Information concerning the relationship of Medicare to the Patient Protection and Affordable Care Act is bountiful, albeit not always accurate or informative. Perrspectives explains “The Return of Republican Medicare Frauds” with clarity and fact based analysis. Perrs quotes Jackie Calmes’ article in the New York Times; and, those wanting to place the issue in a political framework will want to read Calmes’ summary of why the Medicare messaging from the Republicans has become such a muddle.

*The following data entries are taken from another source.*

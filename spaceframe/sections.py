"""Cross-sections: area, second moment of area and radius of gyration, computed.

Dimensions go in in metres and every property comes out in SI (m², m⁴, m).
Only the axial area enters a pin-jointed analysis; the second moment and the
radius of gyration are kept for member buckling checks.

Hollow rectangular and square sections have rounded corners whose radii
follow the product standard of their manufacturing route (see
:data:`CORNER_RULES`); the corner terms are exact for circular arcs.
"""

from __future__ import annotations

import math
from collections.abc import Callable, Mapping
from dataclasses import dataclass, field
from types import MappingProxyType

from spaceframe.errors import ModelError

__all__ = [
    "BUILDERS",
    "CORNER_RULES",
    "SPIRAL_STRAND_FILL",
    "Section",
    "cable",
    "circular_hollow",
    "corner_radii",
    "rectangular_hollow",
    "round_bar",
    "square_hollow",
    "user_section",
]

#: Metallic-area (fill) factor of a spiral strand: metallic area over the
#: area of the circle of its nominal diameter.  About 0.75 (from memory; the
#: maker's value for the actual strand should be used in design).
SPIRAL_STRAND_FILL = 0.75

#: Corner rules of hollow sections: name -> where the radii come from.
CORNER_RULES: Mapping[str, str] = MappingProxyType(
    {
        "hot-finished": "EN 10210-2: outer radius 1.5 t, inner radius 1.0 t (from memory)",
        "cold-formed": (
            "EN 10219-2: outer radius 2 t (t <= 6 mm), 2.5 t (6 < t <= 10 mm), 3 t (t > 10 mm); "
            "inner radius = outer - t (from memory)"
        ),
        "sharp": "square corners (radii zero)",
    }
)


@dataclass(frozen=True)
class Section:
    """A member cross-section, its properties in SI.

    Raises
    ------
    ModelError
        From the constructor, on an area that is not a positive number or
        exceeds ``MAX_DIMENSION**2`` (a slip of units), or a negative second
        moment.
    """

    #: The section's name, for messages and reports.
    name: str
    #: "chs", "rhs", "shs", "bar", "cable" or "user".
    shape: str
    #: Cross-section area carrying axial force, m².
    area: float
    #: Smallest second moment of area, m⁴ (governs flexural buckling of a
    #: pin-ended strut); NaN when unknown (a user section given by area only),
    #: 0 for a cable.
    second_moment: float
    #: The defining dimensions in SI, for reports.
    dimensions: Mapping[str, float] = field(default_factory=dict)
    #: Where the formulas or factors come from.
    note: str = ""

    def __post_init__(self) -> None:
        _positive(self.name, power=2, area=self.area)
        if not (math.isnan(self.second_moment) or self.second_moment >= 0):
            raise ModelError(
                f"section {self.name!r}: second moment = {self.second_moment!r} "
                "must not be negative"
            )

    @property
    def radius_of_gyration(self) -> float:
        """sqrt(I / A), m (NaN when I is unknown)."""
        return math.sqrt(self.second_moment / self.area)


#: Largest section dimension accepted, m.  No member of a frame is a
#: kilometre thick, so a larger value is a slip of units or a typing error;
#: the bound also keeps D⁴ (and the area and second moment from it) far
#: inside the floating-point range.  Areas and second moments are bounded
#: by its square and fourth power.
MAX_DIMENSION = 1.0e3


def _positive(section: str, power: int = 1, **values: float) -> None:
    """Finite, positive values; of length to ``power`` below MAX_DIMENSION**power (0: no bound)."""
    limit = MAX_DIMENSION**power
    unit = "m" if power == 1 else f"m^{power}"
    for key, value in values.items():
        if isinstance(value, bool) or not isinstance(value, int | float):
            raise ModelError(f"section {section!r}: {key} = {value!r} must be a number")
        if not (math.isfinite(value) and value > 0):
            raise ModelError(f"section {section!r}: {key} = {value!r} must be positive")
        if power and value > limit:
            raise ModelError(
                f"section {section!r}: {key} = {value:.6g} {unit} is larger than "
                f"{limit:.6g} {unit}: check the units"
            )


def circular_hollow(name: str, diameter: float, thickness: float) -> Section:
    """Circular hollow section: A = pi/4 (D² - d²), I = pi/64 (D⁴ - d⁴), d = D - 2t.

    Parameters
    ----------
    name : str
    diameter : float
        Outside diameter D, m.
    thickness : float
        Wall thickness t, m; less than D/2.

    Raises
    ------
    ModelError
        On a non-positive dimension or a wall thicker than the radius.
    """
    _positive(name, diameter=diameter, thickness=thickness)
    if 2 * thickness >= diameter:
        raise ModelError(
            f"section {name!r}: thickness {thickness!r} m is not less than half the diameter "
            f"{diameter!r} m (use a solid bar)"
        )
    d = diameter - 2 * thickness
    return Section(
        name=name,
        shape="chs",
        area=math.pi / 4 * (diameter**2 - d**2),
        second_moment=math.pi / 64 * (diameter**4 - d**4),
        dimensions={"diameter": diameter, "thickness": thickness},
        note="thin-walled tube, exact annulus formulas",
    )


def round_bar(name: str, diameter: float) -> Section:
    """Solid round bar or rod: A = pi d²/4, I = pi d⁴/64.

    Raises
    ------
    ModelError
        On a non-positive diameter.
    """
    _positive(name, diameter=diameter)
    return Section(
        name=name,
        shape="bar",
        area=math.pi / 4 * diameter**2,
        second_moment=math.pi / 64 * diameter**4,
        dimensions={"diameter": diameter},
        note="solid circle",
    )


def cable(name: str, diameter: float, fill: float = SPIRAL_STRAND_FILL) -> Section:
    """Cable or strand of nominal diameter d: metallic area fill * pi d²/4, no bending stiffness.

    A pin-jointed linear analysis treats a cable as a bar that could also take
    compression; results must be checked for members that go slack.

    Parameters
    ----------
    name : str
    diameter : float
        Nominal diameter, m.
    fill : float
        Metallic-area factor, 0 < fill <= 1 (default :data:`SPIRAL_STRAND_FILL`).

    Raises
    ------
    ModelError
        On a non-positive diameter or a fill factor outside (0, 1].
    """
    _positive(name, diameter=diameter)
    _positive(name, power=0, fill=fill)
    if fill > 1:
        raise ModelError(f"section {name!r}: fill = {fill!r} must not exceed 1")
    return Section(
        name=name,
        shape="cable",
        area=fill * math.pi / 4 * diameter**2,
        second_moment=0.0,
        dimensions={"diameter": diameter, "fill": fill},
        note=f"metallic area = {fill:g} x pi d^2/4; bending stiffness ignored",
    )


def corner_radii(rule: str, thickness: float) -> tuple[float, float]:
    """Outer and inner corner radii of a hollow section, m, by the rule's name.

    Raises
    ------
    ModelError
        On an unknown rule.
    """
    if rule == "hot-finished":
        return 1.5 * thickness, thickness
    if rule == "cold-formed":
        # The limits are in whole millimetres; the margin keeps 6 mm given as
        # 0.006 m on the intended side of them.
        mm = thickness * 1e3
        factor = 2.0 if mm <= 6 + 1e-9 else (2.5 if mm <= 10 + 1e-9 else 3.0)
        return factor * thickness, (factor - 1.0) * thickness
    if rule == "sharp":
        return 0.0, 0.0
    raise ModelError(f"unknown corner rule {rule!r} (rules: {', '.join(CORNER_RULES)})")


def _spandrel(r: float, c: float) -> tuple[float, float]:
    """Area and second moment about the section axis of the piece a rounded corner removes.

    The piece is the square of side r at the corner minus the quarter circle of
    radius r; its near edge lies at distance c from the axis.  With area
    r²(1 - pi/4), first moment r³/6 and second moment r⁴(1/3 - pi/16) about
    that edge (square minus quarter disc), the parallel-axis sum follows.
    """
    area = r * r * (1 - math.pi / 4)
    first = r**3 / 6
    second = r**4 * (1 / 3 - math.pi / 16)
    return area, c * c * area + 2 * c * first + second


def _rounded_rectangle(b: float, h: float, r: float) -> tuple[float, float, float]:
    """Area and second moments (about the axes parallel to b and to h) of a rounded rectangle."""
    a_c, i_x = _spandrel(r, h / 2 - r)
    _, i_y = _spandrel(r, b / 2 - r)
    area = b * h - 4 * a_c
    return area, b * h**3 / 12 - 4 * i_x, h * b**3 / 12 - 4 * i_y


def rectangular_hollow(
    name: str,
    width: float,
    thickness: float,
    height: float | None = None,
    corners: str = "hot-finished",
    outer_radius: float | None = None,
) -> Section:
    """Rectangular (or square) hollow section with rounded corners.

    Parameters
    ----------
    name : str
    width : float
        Outside width B, m.
    thickness : float
        Wall thickness t, m.
    height : float, optional
        Outside height H, m (default: square, H = B).
    corners : {"hot-finished", "cold-formed", "sharp"}
        Corner radius rule, see :data:`CORNER_RULES`; ignored when
        ``outer_radius`` is given.
    outer_radius : float, optional
        Outside corner radius, m; the inside radius is then ``max(r - t, 0)``.

    Returns
    -------
    Section
        ``second_moment`` is the smaller of the two principal values.

    Raises
    ------
    ModelError
        On non-positive dimensions, a wall thicker than half the smaller
        side, or corner radii that do not fit.
    """
    h_out = width if height is None else height
    _positive(name, width=width, height=h_out, thickness=thickness)
    if 2 * thickness >= min(width, h_out):
        raise ModelError(
            f"section {name!r}: thickness {thickness!r} m is not less than half the smaller "
            f"side {min(width, h_out)!r} m"
        )
    if outer_radius is not None:
        if isinstance(outer_radius, bool) or not (
            isinstance(outer_radius, int | float) and math.isfinite(outer_radius)
            and outer_radius >= 0
        ):
            raise ModelError(
                f"section {name!r}: outer_radius = {outer_radius!r} must be zero or positive"
            )
        r_out, r_in = float(outer_radius), max(float(outer_radius) - thickness, 0.0)
        rule = f"outer corner radius {outer_radius!r} m"
    else:
        try:
            r_out, r_in = corner_radii(corners, thickness)
        except ModelError as exc:
            raise ModelError(f"section {name!r}: {exc}") from None
        rule = CORNER_RULES[corners]
    b_in, h_in = width - 2 * thickness, h_out - 2 * thickness
    if 2 * r_out > min(width, h_out) or 2 * r_in > min(b_in, h_in):
        raise ModelError(
            f"section {name!r}: corner radius {r_out!r} m does not fit a "
            f"{width!r} x {h_out!r} m section of wall {thickness!r} m"
        )
    a_o, ix_o, iy_o = _rounded_rectangle(width, h_out, r_out)
    a_i, ix_i, iy_i = _rounded_rectangle(b_in, h_in, r_in)
    square = height is None or height == width
    dims = {"width": width, "thickness": thickness, "outer_radius": r_out, "inner_radius": r_in}
    if not square:
        dims["height"] = h_out
    return Section(
        name=name,
        shape="shs" if square else "rhs",
        area=a_o - a_i,
        second_moment=min(ix_o - ix_i, iy_o - iy_i),
        dimensions=dims,
        note=f"corners: {rule}",
    )


def square_hollow(
    name: str,
    width: float,
    thickness: float,
    corners: str = "hot-finished",
    outer_radius: float | None = None,
) -> Section:
    """Square hollow section; see :func:`rectangular_hollow`."""
    return rectangular_hollow(name, width, thickness, None, corners, outer_radius)


def user_section(name: str, area: float, second_moment: float | None = None) -> Section:
    """A section given by its area (and optionally its smallest second moment of area).

    Raises
    ------
    ModelError
        On a non-positive area or a negative second moment.
    """
    _positive(name, power=2, area=area)
    if second_moment is not None:
        if isinstance(second_moment, bool) or not isinstance(second_moment, int | float):
            raise ModelError(
                f"section {name!r}: second_moment = {second_moment!r} must be a number"
            )
        if not (math.isfinite(second_moment) and second_moment >= 0):
            raise ModelError(
                f"section {name!r}: second_moment = {second_moment!r} must not be negative"
            )
        if second_moment > 0:
            _positive(name, power=4, second_moment=second_moment)
    return Section(
        name=name,
        shape="user",
        area=float(area),
        second_moment=math.nan if second_moment is None else float(second_moment),
        dimensions={"area": float(area)},
        note="user-defined",
    )


#: Shape name -> constructor, for readers of section descriptions.
BUILDERS: Mapping[str, Callable[..., Section]] = MappingProxyType(
    {
        "chs": circular_hollow,
        "shs": square_hollow,
        "rhs": rectangular_hollow,
        "bar": round_bar,
        "cable": cable,
        "user": user_section,
    }
)
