"""A small double-layer roof grid over a fictional covered market, built in Python.

An invented demo scenario: a 6 x 4 bay square-on-square grid, 2.0 m bays and
1.5 m deep, steel tubes, pinned at the top-chord perimeter; dead load plus a
uniform snow load of 0.8 kN/m² on plan, taken as nodal loads on the top nodes.

Run:  python examples/roof_grid.py
Results must be checked by a qualified engineer; local codes and licensed
practice govern.
"""

from __future__ import annotations

import numpy as np

import spaceframe as sf


def build(nx: int = 6, ny: int = 4, bay: float = 2.0, depth: float = 1.5) -> sf.Model:
    """The roof grid model (SI units)."""
    m = sf.Model()
    ix, iy = np.meshgrid(np.arange(nx + 1), np.arange(ny + 1), indexing="ij")
    top = m.add_nodes(np.c_[ix.ravel() * bay, iy.ravel() * bay, np.zeros(ix.size)])
    bx, by = np.meshgrid(np.arange(nx), np.arange(ny), indexing="ij")
    bot = m.add_nodes(
        np.c_[(bx.ravel() + 0.5) * bay, (by.ravel() + 0.5) * bay, np.full(bx.size, -depth)]
    )
    t = top.reshape(nx + 1, ny + 1)
    b = bot.reshape(nx, ny)
    steel = {"E": 210e9, "density": 7850.0, "alpha": 12e-6}  # EN 1993-1-1 §3.2.6
    chords = np.concatenate([np.c_[t[:-1, :].ravel(), t[1:, :].ravel()],
                             np.c_[t[:, :-1].ravel(), t[:, 1:].ravel()]])
    m.add_members(chords, area=1.14e-3, group="top chords", **steel)  # ~CHS 76.1x5
    bottom = np.concatenate([np.c_[b[:-1, :].ravel(), b[1:, :].ravel()],
                             np.c_[b[:, :-1].ravel(), b[:, 1:].ravel()]])
    m.add_members(bottom, area=1.14e-3, group="bottom chords", **steel)
    corners = [t[:-1, :-1], t[1:, :-1], t[:-1, 1:], t[1:, 1:]]
    diag = np.concatenate([np.c_[b.ravel(), c.ravel()] for c in corners])
    m.add_members(diag, area=6.5e-4, group="diagonals", **steel)  # ~CHS 48.3x4.5
    edge = np.unique(np.concatenate([t[0], t[-1], t[:, 0], t[:, -1]]))
    m.add_support(edge)
    m.add_self_weight("dead", factor=1.15)  # +15 % for node balls and bolts
    # Snow 0.8 kN/m² on plan, shared by the top nodes by plan tributary area.
    trib = np.full((nx + 1, ny + 1), bay * bay)
    trib[[0, -1], :] /= 2
    trib[:, [0, -1]] /= 2
    m.add_load("snow", top, np.c_[np.zeros((top.size, 2)), -0.8e3 * trib.ravel()])
    m.add_combination("ULS", {"dead": 1.35, "snow": 1.5})
    m.add_combination("SLS", {"dead": 1.0, "snow": 1.0})
    return m


def main() -> None:
    model = build()
    results = model.solve()
    print(f"{model.n_nodes} nodes, {model.n_members} members, solver {results.solver}")
    for name, r in results.items():
        node, umax = r.max_displacement()
        it, tmax = r.max_tension()
        ic, cmax = r.max_compression()
        rz = r.reaction_total[2]
        fz = r.applied_total[2]
        print(
            f"{name:>6}: max |u| {umax * 1e3:7.2f} mm at node {node}; "
            f"max tension {tmax / 1e3:7.1f} kN (member {it}); "
            f"max compression {cmax / 1e3:7.1f} kN (member {ic}); "
            f"reactions z {rz / 1e3:8.1f} kN vs loads {fz / 1e3:8.1f} kN; "
            f"residual {r.residual:.1e}"
        )
    print("Results must be checked by a qualified engineer; local codes and licensed "
          "practice govern.")


if __name__ == "__main__":
    main()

Politicususa highlights a Republican provision concerning SNAP (food stamps) in the House version of the Farm Bill which is as draconian as it is nonsensical. “The Republican plan eliminates “categorical eligibility” which means that a family living at or below the poverty line that owns a dependable car will be cut off of food assistance. According to Republicans, a dependable automobile will be figured in to the family’s income and when they are near the eligibility cut-off point, even a moderately-priced used car sends them over the limit.” (emphasis added) Think about this for a minute, or think back to the time in your early life when you need the car to get work and the work to keep paying for the car.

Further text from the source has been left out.